Thankfully your friend came in the evening to discuss a business plan with you (to whom you didn’t listen at all). He lent his phone to make the call to change the words in the greetings. You should have asked the person who picked the call to not write your name. But no, you acted cool and said you are anonymous. There is no real reason to be mad at the person who wrote “Happy Birthday – From Anonymous” in the greeting card.
Finally, the day arrives and you wish you were dead in the sleep. You feel weak in the knees and your breath is shallow. You finish a day’s quota of cigarette in forty minutes and go buy a fresh packet. The bouquet went out for delivery by 9 AM and you stare at the phone hoping to get a delivered message. There is no disturbance. People are busy. They have their lives to go on. Or they are in the party that she and her new boyfriend are throwing. You give up and close your eyes. You drift off to sleep in no time.
Your mother wakes you up by three in the afternoon. She wants to have lunch with you. You feel relieved that at least your mother likes your company. Halfway through your meal, you receive a message that your flowers are delivered. She herself had picked it up. You are happy for a moment. It is a nice way to let go. But wait. What is she doing at her home when she could be out celebrating? Is she waiting for your call? Was she waiting for your gift? You start again from the day 1. You pull your socks and go running. You cannot even run three kilometers now.
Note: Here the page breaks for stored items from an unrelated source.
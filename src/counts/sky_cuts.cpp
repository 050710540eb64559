// SPDX-License-Identifier: GPL-2.0-or-later
#include "counts/sky_cuts.h"

#include <fmt/format.h>

#include <algorithm>

#include "deviascope/core/error.h"

namespace deviascope {

SkyCuts::SkyCuts(const SurveyInput& survey, const Pixelisation& grid, Frame frame)
    : grid_(grid), removed_by_(static_cast<std::size_t>(grid.n_pixels()), kept) {
    if (survey.exposure) {
        survey_map_.emplace_back(*survey.exposure, survey.map_frame, frame);
        survey_maps_.push_back(&survey_map_.front());
    }
    survey_structure_ = deviascope::has_structure_inside_pixels(survey_maps_, grid);
    survey_exposure_ = exposure_on_grid(survey_maps_, grid);
    remove_excluded(survey.exclude, frame);
    const auto exposure_cut = static_cast<std::int32_t>(survey.exclude.size());
    for (std::size_t pixel = 0; pixel < removed_by_.size(); ++pixel)
        if (removed_by_[pixel] == kept && survey_exposure_[pixel] == 0.0)
            removed_by_[pixel] = exposure_cut;
    for (const BinInput& bin : survey.bins) add_bin(survey, bin, frame);
}

/// A pixel goes to the first exclusion, in the job's order, that holds its centre.
void SkyCuts::remove_excluded(const std::vector<Exclusion>& exclude, Frame frame) {
    std::vector<ExclusionTest> tests;
    for (const Exclusion& exclusion : exclude) tests.emplace_back(exclusion, frame);
    if (tests.empty()) return;
    for (std::int64_t pixel = 0; pixel < grid_.n_pixels(); ++pixel) {
        const Direction centre = grid_.centre(pixel);
        const auto first = std::ranges::find_if(
            tests, [&](const ExclusionTest& test) { return test.excludes(centre); });
        if (first != tests.end())
            removed_by_[static_cast<std::size_t>(pixel)] =
                static_cast<std::int32_t>(first - tests.begin());
    }
}

void SkyCuts::add_bin(const SurveyInput& survey, const BinInput& bin, Frame frame) {
    const std::string place = fmt::format("survey {}, bin {}", survey.name, bin.name);
    if (!bin.exposure) {
        own_of_bin_.push_back(nullptr);
        footprint_of_bin_.push_back(add_footprint(survey_exposure_, place));
        return;
    }
    const OwnExposure*& known = own_by_path_[bin.exposure->string()];
    if (known == nullptr) {
        OwnExposure& own = own_.emplace_back(
            OwnExposure{ExposureMap(*bin.exposure, survey.map_frame, frame), false, {}, 0});
        own.structure = deviascope::has_structure_inside_pixels({&own.map}, grid_);
        ExposureProduct maps = survey_maps_;
        maps.push_back(&own.map);
        const std::vector<double> exposure = exposure_on_grid(maps, grid_);
        for (const double w : exposure) own.above_zero.push_back(w > 0.0);
        own.footprint = add_footprint(exposure, place);
        known = &own;
    }
    own_of_bin_.push_back(known);
    footprint_of_bin_.push_back(known->footprint);
}

/// Index of the footprint with this exposure; made where there is none like it yet.
std::size_t SkyCuts::add_footprint(const std::vector<double>& exposure,
                                   const std::string& place) {
    Footprint made;
    for (std::size_t pixel = 0; pixel < exposure.size(); ++pixel) {
        if (removed_by_[pixel] != kept || exposure[pixel] <= 0.0) continue;
        made.pixel.push_back(static_cast<std::int64_t>(pixel));
        made.exposure.push_back(exposure[pixel]);
    }
    if (made.pixel.empty()) {
        throw InputError({place,
                          "no pixel is left by its exclusions and exposure",
                          "at least one pixel with exposure above 0 outside the exclusions",
                          "check the exclusions and the frame of the exposure map"});
    }
    const auto same = std::ranges::find_if(footprints_, [&](const Footprint& other) {
        return other.pixel == made.pixel && other.exposure == made.exposure;
    });
    if (same != footprints_.end()) return static_cast<std::size_t>(same - footprints_.begin());
    footprints_.push_back(std::move(made));
    return footprints_.size() - 1;
}

void SkyCuts::find_holes(std::span<const Direction> positions, std::span<char> is_hole) const {
    find_unexposed(survey_structure_ ? survey_maps_ : ExposureProduct{}, positions, is_hole);
}

bool SkyCuts::exposes(std::size_t bin, std::int64_t pixel, const Direction& direction) const {
    const OwnExposure* own = own_of_bin_[bin];
    if (own == nullptr) return true;
    if (!own->above_zero[static_cast<std::size_t>(pixel)]) return false;
    return !own->structure || own->map.at(direction) > 0.0;
}

ExposureProduct SkyCuts::maps_of_bin(std::size_t bin) const {
    ExposureProduct maps = survey_maps_;
    if (own_of_bin_[bin] != nullptr) maps.push_back(&own_of_bin_[bin]->map);
    return maps;
}

}  // namespace deviascope
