// SPDX-License-Identifier: GPL-2.0-or-later
#include "ensemble/looks.h"

#include <catch2/catch.hpp>
#include <cmath>
#include <vector>

#include "deviascope/core/random.h"

using namespace deviascope;

namespace {

/// Rows of independent normal draws; parameter `shifted` has another mean in every walker,
/// parameter `constant` never changes.
Draws independent_rows(Eigen::Index n_rows, Eigen::Index n_parameters, int shifted) {
    Draws draws;
    draws.n_rows = n_rows;
    draws.n_replicates = 2;
    draws.n_walkers = 4;
    draws.n_parameters = n_parameters;
    Stream stream(11, Purpose::test, 0, 0, 0);
    for (Eigen::Index row = 0; row < n_rows; ++row)
        for (int walker = 0; walker < 8; ++walker)
            for (Eigen::Index parameter = 0; parameter < n_parameters; ++parameter) {
                const double draw = normal(stream);
                draws.value.push_back(parameter == shifted ? draw + 3.0 * walker : draw);
            }
    return draws;
}

std::vector<MonitoredScalar> parameters_of(const Draws& draws) {
    std::vector<MonitoredScalar> scalars;
    for (Eigen::Index parameter = 0; parameter < draws.n_parameters; ++parameter)
        scalars.push_back({"p", MonitoredScalar::Kind::parameter, parameter, 0});
    return scalars;
}

WatchedSeries watched_of(const Draws& draws) {
    WatchedSeries watched(parameters_of(draws), draws.n_replicates, draws.n_walkers);
    watched.append(draws, 0, draws.n_rows / 3, 1);
    watched.append(draws, draws.n_rows / 3, draws.n_rows, 2);
    return watched;
}

constexpr LookRule lenient{1.10, 1.05, 0.0};

}  // namespace

TEST_CASE("looks come at 128, 192, 256, 384, 512 and so on", "[ensemble]") {
    const std::vector<std::int64_t> expected = {
        128, 192, 256, 384, 512, 768, 1024, 1536, 2048, 3072};
    for (std::size_t look = 0; look < expected.size(); ++look)
        CHECK(step_of_look(static_cast<std::int64_t>(look)) == expected[look]);
}

TEST_CASE("a look passes where every scalar does", "[ensemble]") {
    const Draws draws = independent_rows(300, 3, -1);
    Watch watch(1);
    const LookResult found = watch.look(watched_of(draws), 5, lenient);
    CHECK(found.passed);
    CHECK(found.worst_rhat < 1.02);
    CHECK(found.worst_rhat > 0.99);
    // Independent draws: an autocorrelation time of one row, five steps.
    CHECK(found.longest_autocorrelation_steps == Approx(5.0).epsilon(0.2));
    CHECK_FALSE(watch.look(watched_of(draws), 5, {1.10, 1.05, 1e6}).passed);
}

TEST_CASE("a look fails by the one scalar that fails, whatever the threads", "[ensemble]") {
    for (const int shifted : {0, 1, 2, 4}) {
        const Draws draws = independent_rows(100, 5, shifted);
        for (const int threads : {1, 2, 3}) {
            Watch watch(threads);
            CHECK_FALSE(watch.look(watched_of(draws), 1, lenient).passed);
            // Once more: the failure is then tested first and alone.
            const LookResult again = watch.look(watched_of(draws), 1, lenient);
            CHECK_FALSE(again.passed);
            CHECK(again.worst_rhat > 1.5);
            CHECK(again.worst_rhat ==
                  diagnose(parameters_of(draws)[static_cast<std::size_t>(shifted)], draws, 1)
                      .worst_rhat());
            CHECK_FALSE(watch.look_at_all(watched_of(draws), 1, lenient).passed);
        }
    }
}

TEST_CASE("constants are left out of looks and a stuck scalar is not a constant",
          "[ensemble]") {
    Draws draws = independent_rows(64, 2, -1);
    for (std::size_t at = 0; at < draws.value.size(); at += 2) draws.value[at] = 7.0;
    Watch watch(1);
    CHECK(watch.look(watched_of(draws), 1, lenient).passed);
    // Every walker stands still, each at a place of its own.
    for (std::size_t at = 0; at < draws.value.size(); at += 2)
        draws.value[at] = static_cast<double>(at / 2 % 8);
    CHECK_FALSE(watch.look(watched_of(draws), 1, lenient).passed);
}

TEST_CASE("a look at too few rows does not pass", "[ensemble]") {
    Watch watch(1);
    for (const Eigen::Index n_rows : {0, 1, 2, 3})
        CHECK_FALSE(watch.look(watched_of(independent_rows(n_rows, 2, -1)), 1, lenient).passed);
}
You forgot your purse and you cannot take a share auto. Your lungs hurt and heart feels like it would explode any minute. Suddenly without a warning, you double up and start to puke. It all comes out. A retiree who, walks with his dog leash in one hand and a stick in the other, stops near you and asks if you are OK.
“Mejor que nunca,” you say. The man walks past you as if he understood.
“Better than ever,” you tell to yourself again and start running. Your thighs hurt, your calves squirm under pressure. You don’t mind. Pain is the only way to feel better. You clock five kilometers in thirty minutes and walk back home.
That’s about it. In the days that follow you bury your head in work, talk very little but run five kilometers a day. It is good to start again. Because you know in your heart sometimes a start is all you ever get.